**WHAT TO PRODUCE:** Return only how many lines in the data include the string "paramLabel".
..............................
package org.thermotile.jobs.cli;

import java.io.PrintWriter;
import java.util.concurrent.Callable;
import org.thermotile.jobs.errors.UserInputException;
import org.thermotile.model.constants.Physical;
import org.thermotile.model.materials.Material;
import org.thermotile.model.rating.SolarReflectanceIndex;
import picocli.CommandLine.Command;
import picocli.CommandLine.Model.CommandSpec;
import picocli.CommandLine.Option;
import picocli.CommandLine.Spec;

/** {@code thermotile rate}: Solar Reflectance Index of a surface under ASTM E1980 conditions. */
@Command(name = "rate", mixinStandardHelpOptions = true,
        description = {"Solar Reflectance Index (ASTM E1980) at low, medium and high wind, from "
                + "thermotile's own steady-state balance, with the steady-state surface temperatures.",
                "Give a library material, or a solar reflectance and a thermal emittance."})
final class RateCommand implements Callable<Integer> {
    @Spec
    CommandSpec spec;

    @Option(names = {"-m", "--material"}, paramLabel = "ID", description = "a library material id")
    String materialId;

    @Option(names = "--reflectance", paramLabel = "R", description = "solar reflectance, 0…1")
    Double reflectance;

    @Option(names = "--emittance", paramLabel = "E", description = "thermal emittance, 0…1")
    Double emittance;

    @picocli.CommandLine.Mixin
    SharedOptions.MaterialsFile materials = new SharedOptions.MaterialsFile();

    @Override
    public Integer call() {
        double r;
        double e;
        String label;
        if (materialId != null) {
            if (reflectance != null || emittance != null) {
                throw new UserInputException("give either --material or --reflectance with --emittance, not both");
            }
            Material m = Materials.lookup(materialId, materials.file);
            r = m.albedo();
            e = m.emissivity();
            label = m.id() + " (" + m.name() + ")";
        } else {
            if (reflectance == null || emittance == null) {
                throw new UserInputException("give --material ID, or both --reflectance and --emittance "
                        + "(e.g. --reflectance 0.65 --emittance 0.90)");
            }
            r = reflectance;
            e = emittance;
            if (!(r >= 0 && r <= 1) || !(e >= 0 && e <= 1)) {
                throw new UserInputException("--reflectance and --emittance must be between 0 and 1");
            }
            label = "reflectance " + r + ", emittance " + e;
        }
        PrintWriter out = spec.commandLine().getOut();
        out.printf("Solar Reflectance Index, ASTM E1980 conditions (1000 W/m² sun, air 310 K, sky 300 K)%n");
        out.printf("surface: %s, solar reflectance %.3f, thermal emittance %.3f%n", label, r, e);
        out.printf("%-8s %10s %8s %14s %14s%n", "wind", "h_c W/m²K", "SRI", "surface °C", "black/white °C");
        for (SolarReflectanceIndex.Wind w : SolarReflectanceIndex.Wind.values()) {
            SolarReflectanceIndex.Result res = SolarReflectanceIndex.of(r, e, w);
            out.printf("%-8s %10.0f %8.1f %14.1f %7.1f/%-6.1f%n", w.name().toLowerCase(java.util.Locale.ROOT),
                    w.convectionWm2K, res.sri(), res.surfaceTempK() - Physical.ZERO_CELSIUS_K,
                    res.blackTempK() - Physical.ZERO_CELSIUS_K, res.whiteTempK() - Physical.ZERO_CELSIUS_K);
        }
        out.println("SRI compares surfaces under fixed test conditions; it is not a surface or air "
                + "temperature forecast. Follow local building codes for roofing decisions.");
        out.flush();
        return 0;
    }
}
..............................
**THE COMPLETED TASK:** 3